Intrinsic Motivation vs. Corruption? Experimental Evidence on the Performance of Officials
30 Pages Posted: 2 Jun 2023
There are conflicting views as to whether corruption or intrinsic motivation plays a greater role in determining the performance of public officials. We run an experiment that incorporates both viewpoints and assess the relative strength and interplay of these respective factors. The design introduces some realism into an everyday exchange between an Estimator (businessperson) and an Auditor (public official) and induces a gray area between intrinsic motivation, extortion and bribery. The Estimator can make a large transfer in the hope of avoiding unfair treatment (extortion) or obtaining an undeserved benefit (bribery). The Auditor may be intrinsically motivated to fulfill her duty or may be corrupted by transfers. We find that intrinsic motivation has a much higher impact on the performance of Auditors than corruption. In a treatment with punishment, Auditors are significantly less likely to accept a large transfer. But punishment fails to bring about favorable welfare effects due to two forces offsetting each other on the individual level.
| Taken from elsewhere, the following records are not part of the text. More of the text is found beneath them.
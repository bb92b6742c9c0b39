//! Checks of the charge-control switching formulas and Bell's commutating-capacitor rules against published formulas and worked examples.

use flipwright::stage::margins::evaluate_corner;
use flipwright::stage::network::Corner;
use flipwright::stage::switching::{
    commutating_rule_bell_f, estimate, max_rate_rule_bell_hz, max_rate_rule_half_hz, ChargeControlPoint,
    PassiveScale, SwitchingEstimate,
};
use flipwright::stage::StageDesign;

use crate::handbook::{assert_relative, exact_transistor, fixed_bias_input};

fn point(tau_f: f64, beta: f64, tau_s: f64, ic: f64, ib1: f64, ib2: f64) -> ChargeControlPoint {
    ChargeControlPoint {
        forward_transit_s: tau_f,
        beta,
        storage_time_constant_s: tau_s,
        collector_current_a: ic,
        forward_base_current_a: ib1,
        reverse_base_current_a: ib2,
    }
}

/// Storage time for reverse drive `ib2`, against a value quoted to 3 figures: the tolerance is
/// half a unit of the last quoted digit.
fn check_storage(ib2: f64, expected_s: f64, half_unit_s: f64) {
    // τS 10 ns, β 50, IC 10 mA, IB1 2 mA (domain brief §8; derived from the published
    // ts = τS·ln[(IB1 + IB2)/(IC/β + IB2)], Moll 1954 / Beaufoy & Sparkes 1957).
    let p = point(1e-9, 50.0, 10e-9, 10e-3, 2e-3, ib2);
    let ts = p.storage_time_s();
    assert!(
        (ts - expected_s).abs() <= half_unit_s,
        "storage time with IB2 = {ib2} A: {ts:e} s, expected {expected_s:e} ± {half_unit_s:e} s"
    );
}

#[test]
fn storage_time_matches_the_published_formula_cases() {
    // 23.0 ns is quoted to 0.1 ns (±0.05 ns); 9.16 and 5.98 ns to 0.01 ns (±0.005 ns).
    check_storage(0.0, 23.0e-9, 0.05e-9);
    check_storage(1e-3, 9.16e-9, 0.005e-9);
    check_storage(2e-3, 5.98e-9, 0.005e-9);
}

#[test]
fn storage_time_is_zero_without_overdrive() {
    // Charge control: no excess charge is stored when IB1 ≤ IC/β, so there is no storage
    // phase (Beaufoy & Sparkes 1957). IB1 = IC/β exactly, and below it.
    assert_eq!(point(1e-9, 50.0, 10e-9, 10e-3, 0.2e-3, 1e-3).storage_time_s(), 0.0);
    assert_eq!(point(1e-9, 50.0, 10e-9, 10e-3, 0.1e-3, 0.0).storage_time_s(), 0.0);
}

#[test]
fn rise_fall_and_time_to_saturation_match_hand_computed_values() {
    // Stated case: τF 1 ns, β 50 (τBF = β·τF = 50 ns), IC 10 mA (IC/β = 0.2 mA), IB1 0.5 mA,
    // IB2 1 mA, τS 100 ns. Values below evaluated by hand (calculator, 8 figures) from the
    // published charge-control formulas (Beaufoy & Sparkes 1957; Moll 1954):
    //   t(sat) = τBF·ln[IB1/(IB1 − IC/β)]                     = 50 ns·ln(0.5/0.3)   = 25.541281 ns
    //   tr     = τBF·ln[(IB1 − 0.1·IC/β)/(IB1 − 0.9·IC/β)]    = 50 ns·ln(0.48/0.32) = 20.273255 ns
    //   tf     = τBF·ln[(IB2 + 0.9·IC/β)/(IB2 + 0.1·IC/β)]    = 50 ns·ln(1.18/1.02) = 7.2855906 ns
    //   ts     = τS·ln[(IB1 + IB2)/(IC/β + IB2)]              = 100 ns·ln(1.5/1.2)  = 22.314355 ns
    // Tolerance 1e-6 relative: the literals carry 8 significant figures.
    let p = point(1e-9, 50.0, 100e-9, 10e-3, 0.5e-3, 1e-3);
    assert_relative(
        p.time_to_saturation_s().expect("IB1 > IC/β saturates"),
        25.541281e-9,
        1e-6,
        "time to saturation",
    );
    assert_relative(p.rise_time_s().expect("IB1 > 0.9·IC/β"), 20.273255e-9, 1e-6, "rise time");
    assert_relative(p.fall_time_s(), 7.2855906e-9, 1e-6, "fall time");
    assert_relative(p.storage_time_s(), 22.314355e-9, 1e-6, "storage time");
}

#[test]
fn formulas_refuse_drive_that_cannot_reach_the_end_point() {
    // ln of a non-positive ratio has no meaning: IB1 ≤ IC/β never saturates, IB1 ≤ 0.9·IC/β
    // never reaches 90 % of IC (charge control, as above).
    let weak = point(1e-9, 50.0, 10e-9, 10e-3, 0.2e-3, 0.0);
    assert!(weak.time_to_saturation_s().is_none());
    assert!(weak.rise_time_s().is_some(), "0.2 mA > 0.9·0.2 mA still reaches 90 %");
    let weaker = point(1e-9, 50.0, 10e-9, 10e-3, 0.18e-3, 0.0);
    assert!(weaker.rise_time_s().is_none());
}

// ---------------------------------------------------------------------------------------------
// Bell, *Solid State Pulse Circuits*, ex. 13.4: R1 16.1 kΩ, R2 27 kΩ, switching time 260 ns
// → C1 = 10·t/(R1∥R2) ≈ 258 pF and f(max) = 1/(2.3·C1·(R1∥R2)) ≈ 167 kHz.
//
// The rules are checked twice: directly through the pure functions, and through `estimate` on
// a design with Bell's R1 and R2 whose τS is chosen so that the estimated switching time is
// exactly 260 ns (ts is linear in τS; delay, rise and fall do not depend on it).
// ---------------------------------------------------------------------------------------------

/// Bell ex. 13.1/13.4 stage (VCC 5 V, VBB 5 V, RC 2.4 kΩ, R1 16.1 kΩ, R2 27 kΩ) with a
/// transistor of hFE 150 (Bell's hFE(min) 70 would not saturate with R2 = 27 kΩ in this
/// model's exact balance, and the estimate then has no rise time), storage constant `tau_s`
/// and junction capacitances of 0.1 pF.
#[test]
fn pure_rule_functions_reproduce_bell_example_13_4() {
    let (r1, r2) = (16.1e3, 27e3);
    let c1 = commutating_rule_bell_f(260e-9, r1, r2);
    // Bell ex. 13.4: C1 ≈ 258 pF, f(max) ≈ 167 kHz (both quoted to 3 figures: 0.5 %).
    assert_relative(c1, 258e-12, 0.005, "Bell ex. 13.4 C1 (pure rule)");
    assert_relative(max_rate_rule_bell_hz(c1, r1, r2), 167e3, 0.005, "Bell ex. 13.4 f(max) (pure rule)");
    // The 1/(2·C1·R∥) form is larger by exactly 2.3/2.
    let ratio = max_rate_rule_half_hz(c1, r1, r2) / max_rate_rule_bell_hz(c1, r1, r2);
    assert!((ratio - 1.15).abs() < 1e-12, "ratio {ratio}");
    assert!(max_rate_rule_bell_hz(0.0, r1, r2).is_infinite(), "no C1: no recovery limit");
}

fn bell_estimate(tau_s: f64, c1: f64) -> SwitchingEstimate {
    let mut transistor = exact_transistor(150.0, 0.2, 0.7, 0.0);
    transistor.storage_time_constant_s = Some(tau_s);
    // Small junction capacitances keep the turn-on delay well under 260 ns.
    transistor.cib_f = 0.1e-12;
    transistor.cob_f = 0.1e-12;
    let mut input = fixed_bias_input(transistor, 5.0, 5.0, 2.4e3, 16.1e3, 27e3);
    input.values.commutating_capacitor_f = c1;
    let design = StageDesign::new(input).unwrap_or_else(|e| panic!("test design invalid: {e:?}"));
    let (_, states) = evaluate_corner(&design, &Corner::nominal(&design, 25.0)).expect("solvable");
    estimate(&design, &states[1], PassiveScale::NOMINAL)
}

const BELL_R_PARALLEL: f64 = 16.1e3 * 27e3 / (16.1e3 + 27e3);

#[test]
fn commutating_capacitor_rule_reproduces_bell_example_13_4() {
    let a = bell_estimate(50e-9, 0.0);
    let b = bell_estimate(100e-9, 0.0);
    let ta = a.switching_time_s.expect("saturating design has a switching time");
    let tb = b.switching_time_s.expect("saturating design has a switching time");
    // t = A + τS·L; pick τS for t = 260 ns.
    let slope = (tb - ta) / 50e-9;
    assert!(slope > 0.0, "storage time must grow with τS");
    let tau_s = 50e-9 + (260e-9 - ta) / slope;
    let bell = bell_estimate(tau_s, 0.0);
    assert_relative(
        bell.switching_time_s.expect("switching time"),
        260e-9,
        1e-9,
        "constructed switching time",
    );
    // Bell quotes C1 ≈ 258 pF (10 · 260 ns / 10.086 kΩ = 257.79 pF): 0.5 % covers his rounding.
    assert_relative(bell.commutating_rule_f.expect("rule C1"), 258e-12, 0.005, "Bell ex. 13.4 C1");
}

#[test]
fn maximum_rate_rules_reproduce_bell_example_13_4() {
    let e = bell_estimate(50e-9, 258e-12);
    // C1·(R1∥R2) = 258 pF · 10.086 kΩ = 2.602 µs (definition of the time constant).
    assert_relative(e.recovery_time_constant_s, 258e-12 * BELL_R_PARALLEL, 1e-12, "C1·(R1∥R2)");
    // Bell ex. 13.4: f(max) = 1/(2.3·C1·(R1∥R2)) ≈ 167 kHz (quoted to 3 figures: 0.5 %).
    assert_relative(e.max_rate_rule_bell_hz, 167e3, 0.005, "Bell ex. 13.4 f(max)");
    // Millman & Taub style 1/(2·C1·(R1∥R2)) with the same values: 1/(2 · 2.6022 µs)
    // = 192.15 kHz (hand-computed, 5 figures: 1e-4).
    assert_relative(e.max_rate_rule_half_hz, 192.15e3, 1e-4, "1/(2·C1·R∥) rule");
}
Intrinsic motivation increases for some subjects, supporting the “expressive law” literature, while it decreases for others, supporting the “crowding-out” literature. We infer that punishing officials is an unproblematic tool for fighting corruption, but its effectiveness is called into question. Policies should focus more on preserving officials’ intrinsic motivation and worry less about their corruptibility.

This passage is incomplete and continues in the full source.